Send a message to ShawnK. He is reliable, fast and does quality work. I've used him before.


----------



## Stereowhore (Aug 29, 2015)

Thanks for the info, i'll drop him a line


----------



## gsxrtin (Nov 28, 2007)

Is ShawnK still active on this forum? I put his name into search but didn't find his profile.


----------



## gsxrtin (Nov 28, 2007)

Nevermind. Stupid autocorrect on phone.


----------



## Marky (Nov 15, 2011)

I would also like to get a reference for a good repair guy for McIntosh amps. I have several that need repair and probably should upgrade all the caps too.


----------



## captainobvious (Mar 11, 2006)

You can also reach out to Jeff Priddy. His username is jeffp on this forum. Send him a PM.

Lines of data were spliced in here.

"""The ``trackplan`` command line: a thin layer over the computation modules.

Each subcommand lives in its own module under this package and registers itself
on :data:`app` with :func:`trackplan.cli.common.command`. Command modules import
only light modules at top level; heavy libraries (matplotlib, pvlib, scipy,
pandas) are imported inside the command functions that need them, so that
``trackplan force`` and ``trackplan profiles`` start fast.
"""

from __future__ import annotations

import importlib

from trackplan.cli.common import app

#: Command modules, in the order their commands appear in ``--help``.
COMMAND_MODULES = [
    "profiles",
    "force",
    "railtemp",
    "stability",
    "destress",
    "target",
    "check",
    "screen",
    "demo",
]

for _name in COMMAND_MODULES:
    importlib.import_module(f"trackplan.cli.{_name}")


def main() -> None:
    """Console-script entry point."""
    app(prog_name="trackplan")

Jeff just did a repair on my McIntosh MX5000 and disassembled/cleaned the volume knob and replaced some bad/aging caps. 

I would highly recommend his service too.


----------



## Marky (Nov 15, 2011)

captainobvious said:


> You can also reach out to Jeff Priddy. His username is jeffp on this forum. Send him a PM.
> 
> Jeff just did a repair on my McIntosh MX5000 and disassembled/cleaned the volume knob and replaced some bad/aging caps.
> 
> I would highly recommend his service too.


Thanks Captainobvious, 
I will drop him a P/M and see if he is up to it and if he has worked on these these amps in the past or not. I have talked with a guy named TrickyRicky about doing some repair work along with cap upgrades. Not sure if you have any experience with him on amplifier work.
Just would like to get the ones in Power Guard mode fixed and then upgraded so they sound like they should so I can get the system I'm working on up and going.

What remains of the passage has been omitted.